# an den Nerven zu reißen



## IsiMeyer

¡Hola!
tengo problemas con la traducción de esta frase:

"Der Fall Paris und die Hunger scheinen mächtig an den Nerven zu reißen."

¿Puede ser algo parecido a esto?
"La caída de París y el hambre puede que hayan hecho un inmenso daño a los nervios".

Muchas gracias por adelantado.


----------



## Tonerl

IsiMeyer said:


> "Der Fall Paris und die Hunger scheinen mächtig an den Nerven zu reißen."



He aquí mi sugerencia:

*das "zerrt" an den Nerven*
esto destroza los nervios

*Der Fall (in) Paris und der Hunger scheinen mächtig an den Nerven zu "zerren" (an die Nieren zu gehen)*
Parece que la caída de París y el hambre destrozan inmenso los nervios

Saludos


----------



## IsiMeyer

Buenos días,

muchas gracias en primer lugar por tu repuesta.
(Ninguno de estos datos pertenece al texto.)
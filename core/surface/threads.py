"""Worker threads for batched solves, with BLAS held to one thread meanwhile.

The batched kriging solves call LAPACK on tiny (k+1) systems; a threaded BLAS
then spends its time waking threads (measured 10-300 x slower on a loaded
2-core machine with Debian's OpenBLAS), and worker threads on top of BLAS
threads would oversubscribe the cores. :func:`run_chunks` therefore runs the
chunks of a job on a few threads of its own (NumPy releases the GIL in the
batched solve) while :class:`SingleThreadedBlas` holds every OpenBLAS of the
process to one thread; where the BLAS thread count cannot be set, the chunks
run on one thread and BLAS keeps its own.

OpenBLAS libraries are found through ``/proc/self/maps`` (Linux) and driven
with ``ctypes``; elsewhere through ``threadpoolctl`` when it is installed.
"""

from __future__ import annotations

import contextlib
import os
import threading
from concurrent.futures import Future, ThreadPoolExecutor
from typing import Any, Callable, Optional

from ..progress import NullProgress, Progress, check_cancel

__all__ = ["SingleThreadedBlas", "blas_thread_controls", "default_thread_count", "run_chunks"]

#: A (get, set) pair of functions for one BLAS library's thread count.
BlasControl = tuple[Callable[[], int], Callable[[int], Any]]

_BLAS_SYMBOLS = (
    ("openblas_get_num_threads", "openblas_set_num_threads"),
    ("scipy_openblas_get_num_threads64_", "scipy_openblas_set_num_threads64_"),
    ("scipy_openblas_get_num_threads", "scipy_openblas_set_num_threads"),
    ("openblas_get_num_threads64_", "openblas_set_num_threads64_"),
)
_blas_controls_cache: Optional[list[BlasControl]] = None
_blas_lock = threading.Lock()
_blas_depth = 0
_blas_saved: list[tuple[Callable[[int], Any], int]] = []


def blas_thread_controls() -> list[BlasControl]:
    """Return the thread-count controls of every OpenBLAS loaded in this process.

    Found through /proc/self/maps (Linux); elsewhere through threadpoolctl when
    it is installed; otherwise none (the solves then run with the BLAS
    default). The answer is cached.

    Returns
    -------
    list of (get, set)
        ``get()`` returns a library's thread count, ``set(n)`` sets it.
    """
    global _blas_controls_cache
    if _blas_controls_cache is not None:
        return _blas_controls_cache
    controls: list[BlasControl] = []
    try:
        with open("/proc/self/maps", encoding="utf-8", errors="replace") as f:
            paths = {line.split()[-1] for line in f if ".so" in line and "openblas" in line.lower()}
    except OSError:
        paths = set()
    if paths:
        import ctypes

        seen = set()
        for path in sorted(paths):
            real = os.path.realpath(path)
            if real in seen:
                continue
            seen.add(real)
            try:
                lib = ctypes.CDLL(path)
            except OSError:
                continue
            for get_name, set_name in _BLAS_SYMBOLS:
                if hasattr(lib, get_name) and hasattr(lib, set_name):
                    get_fn = getattr(lib, get_name)
                    set_fn = getattr(lib, set_name)
                    get_fn.restype = ctypes.c_int
                    set_fn.argtypes = [ctypes.c_int]
                    controls.append((get_fn, set_fn))
                    break
    else:
        try:
            from threadpoolctl import ThreadpoolController
        except ImportError:
            ThreadpoolController = None
        if ThreadpoolController is not None:
            ctl = ThreadpoolController()

            def _get(ctl: Any = ctl) -> int:
                counts = [m.get("num_threads", 1) for m in ctl.info() if m.get("user_api") == "blas"]
                return max(counts or [1])

            def _set(n: int, ctl: Any = ctl) -> None:
                ctl.limit(limits=n, user_api="blas")

            controls.append((_get, _set))
    _blas_controls_cache = controls
    return controls


class SingleThreadedBlas(contextlib.ContextDecorator):
    """Context manager (or decorator): BLAS/LAPACK on one thread while our own threads run.

    The previous thread counts are restored on exit; nesting and concurrent
    use are counted under a lock, so the counts are saved by the first entry
    and restored by the last exit.
    """

    def __enter__(self) -> SingleThreadedBlas:
        """Save every BLAS thread count and set it to 1 (on the first entry)."""
        global _blas_depth, _blas_saved
        with _blas_lock:
            if _blas_depth == 0:
                controls = blas_thread_controls()
                _blas_saved = [(fset, int(fget())) for fget, fset in controls]
                for fset, _ in _blas_saved:
                    fset(1)
            _blas_depth += 1
        return self

    def __exit__(self, *exc: object) -> None:
        """Restore the saved thread counts (on the last exit); an error passes on."""
        global _blas_depth
        with _blas_lock:
            _blas_depth -= 1
            if _blas_depth == 0:
                for fset, n in _blas_saved:
                    fset(max(1, n))


def default_thread_count() -> int:
    """Return the default number of worker threads: the CPU count, at most 8.

    Returns
    -------
    int
        At least 1.
    """
    n = os.cpu_count() or 1
    return max(1, min(n, 8))


def run_chunks(
    n: int,
    chunk: int,
    work: Callable[[slice], Any],
    progress: Optional[Progress] = None,
    *,
    n_threads: Optional[int] = None,
    limit_blas: bool = True,
    p0: float = 0.0,
    p1: float = 100.0,
) -> list[Any]:
    """Apply ``work(slice)`` to consecutive chunks of ``range(n)``, on threads.

    With ``limit_blas`` and a BLAS whose thread count can be set, the chunks
    run on ``n_threads`` worker threads under :class:`SingleThreadedBlas`;
    otherwise they run one after the other on this thread (BLAS keeps its own
    threads: right for a few large solves). At most ``2 * n_threads`` chunks
    are in flight, so memory stays about ``n_threads`` chunks. Cancellation
    is checked between chunks.

    Parameters
    ----------
    n : int
        Number of items.
    chunk : int
        Items per chunk, >= 1.
    work : callable
        Called with each chunk's ``slice`` of ``range(n)``.
    progress : Progress, optional
        Progress sink; reported from ``p0`` to ``p1`` percent.
    n_threads : int, optional
        Worker threads; default :func:`default_thread_count`.
    limit_blas : bool
        Hold BLAS to one thread and run on worker threads (see above).
    p0, p1 : float
        Progress (percent) at the start and at the end.

    Returns
    -------
    list
        What ``work`` returned for each chunk, in order.

    Raises
    ------
    CancelledError
        The progress sink says the user cancelled.

    >>> run_chunks(10, 4, lambda sl: sl.stop - sl.start, limit_blas=False)
    [4, 4, 2]
    """
    sink: Progress = progress or NullProgress()
    slices = [slice(s, min(n, s + chunk)) for s in range(0, n, chunk)]
    threads = n_threads or default_thread_count()
    if limit_blas and blas_thread_controls():
        with SingleThreadedBlas():
            return _run_threads(slices, threads, work, sink, p0, p1)
    return _run_threads(slices, 1, work, sink, p0, p1)


def _run_threads(
    slices: list[slice], threads: int, work: Callable[[slice], Any], progress: Progress, p0: float, p1: float
) -> list[Any]:
    out: list[Any] = [None] * len(slices)
    if threads <= 1 or len(slices) <= 1:
        for i, sl in enumerate(slices):
            check_cancel(progress)
            out[i] = work(sl)
            progress.set_progress(p0 + (p1 - p0) * (i + 1) / len(slices))
        return out
    with ThreadPoolExecutor(max_workers=threads) as pool:
        # submit in bounded waves so memory stays ~threads x chunk
        pending: dict[int, Future[Any]] = {}
        nxt = 0
        done = 0
        try:
            while done < len(slices):
                while nxt < len(slices) and len(pending) < 2 * threads:
                    pending[nxt] = pool.submit(work, slices[nxt])
                    nxt += 1
                first = min(pending)
                out[first] = pending.pop(first).result()
                done += 1
                progress.set_progress(p0 + (p1 - p0) * done / len(slices))
                check_cancel(progress)
        finally:
            for f in pending.values():
                f.cancel()
    return out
¿entonces crees que "an den Nerven zu reißen" está mal escrito? 

Saludos cordiales.


----------



## Tonerl

IsiMeyer said:


> ¿entonces crees que "an den Nerven zu reißen"* está mal escrito?*


Porque los alemanes nosotros no expresarnos de esta manera, y por consiguiente sería mejor que escribieras „es zerrt an den Nerven“ en vez de „an den Nerven zu reißen“.
En otros términos: la frase „an den Nerven zu reißen“ no existe !

Pero hay una expresión que es empleada muy a menudo:
*seine/ihre Nerven waren „zum Zerreißen (an)gespannt“*
estaba atenazado por los nervios
tenían los nervios a flor de piel

Igualmente saludos cordiales


----------



## Alemanita

IsiMeyer said:


> Der Fall Paris und der Hunger scheinen mächtig an den Nerven zu reißen."



La caída de París y el hambre parecen provocar una irritación tremenda.

Estimada IsiMeyer: Si quieres encontrar una buena traducción que encaje perfectamente, deberías proporcionar más contexto, para ver a quién le provocaba la irritación. Si se trata solamente de entender el sentido de la frase, Tonerl ya te lo ha explicado.
Saludos

IsiMeyer hat sich in diesem Forum bereits früher mit militärischen Texten aus der Vergangenheit beschäftigt. Vermutlich ist obiger, aus dem Zusammenhang gerissener Satz, auch wieder aus dieser Zeit.
Der Fall Paris' war 1940, d.h. die Stadt Paris wurde 1940 von der deutschen Wehrmacht besetzt, die Stadt fiel. Dass in Kriegszeiten Hunger herrscht, ist bekannt.
*An den Nerven reißen* ist als Ausdruck zwar selten, aber nicht falsch. Ein bisschen sogenanntes googeln beziehungsweise eine Suche im Internet fördert einige Ergebnisse zu Tage. Und das sind nur die Fälle, die ins Netz gestellt wurden. Wie oft mag dieser Ausdruck auch noch zwischen zwei Buchdeckeln schlummern oder täglich normalen Leuten von den Lippen gehen!
*An den Nerven zerren* ist häufiger und steht auch im deutsch-spanischen Wörterbuch mit der Entsprechung _destrozar los nervios.

_


----------



## Alemanita

Tonerl said:


> Porque los alemanes nosotros no expresarnos de esta manera, y por consiguiente sería mejor que escribieras „es zerrt an den Nerven“ en vez de „an den Nerven zu reißen“.
> En otros términos: la frase „an den Nerven zu reißen“ no existe !
> 
> Pero hay una expresión que es empleada muy a menudo:
> *seine/ihre Nerven waren „zum Zerreißen (an)gespannt“*
> estaba atenazado por los nervios
> tenían los nervios a flor de piel
> 
> Igualmente saludos cordiales


Siehe / ver #5


----------



## Tonerl

Hallo Alemanita !

"An den Nerven zu reißen" habe noch in meinem langen Leben bisher noch NIE gehört, oder ich bin der deutschen Sprache nicht mehr mächtig.  Aus diesem Grund habe ich diesen Satz als nicht existent betrachtet.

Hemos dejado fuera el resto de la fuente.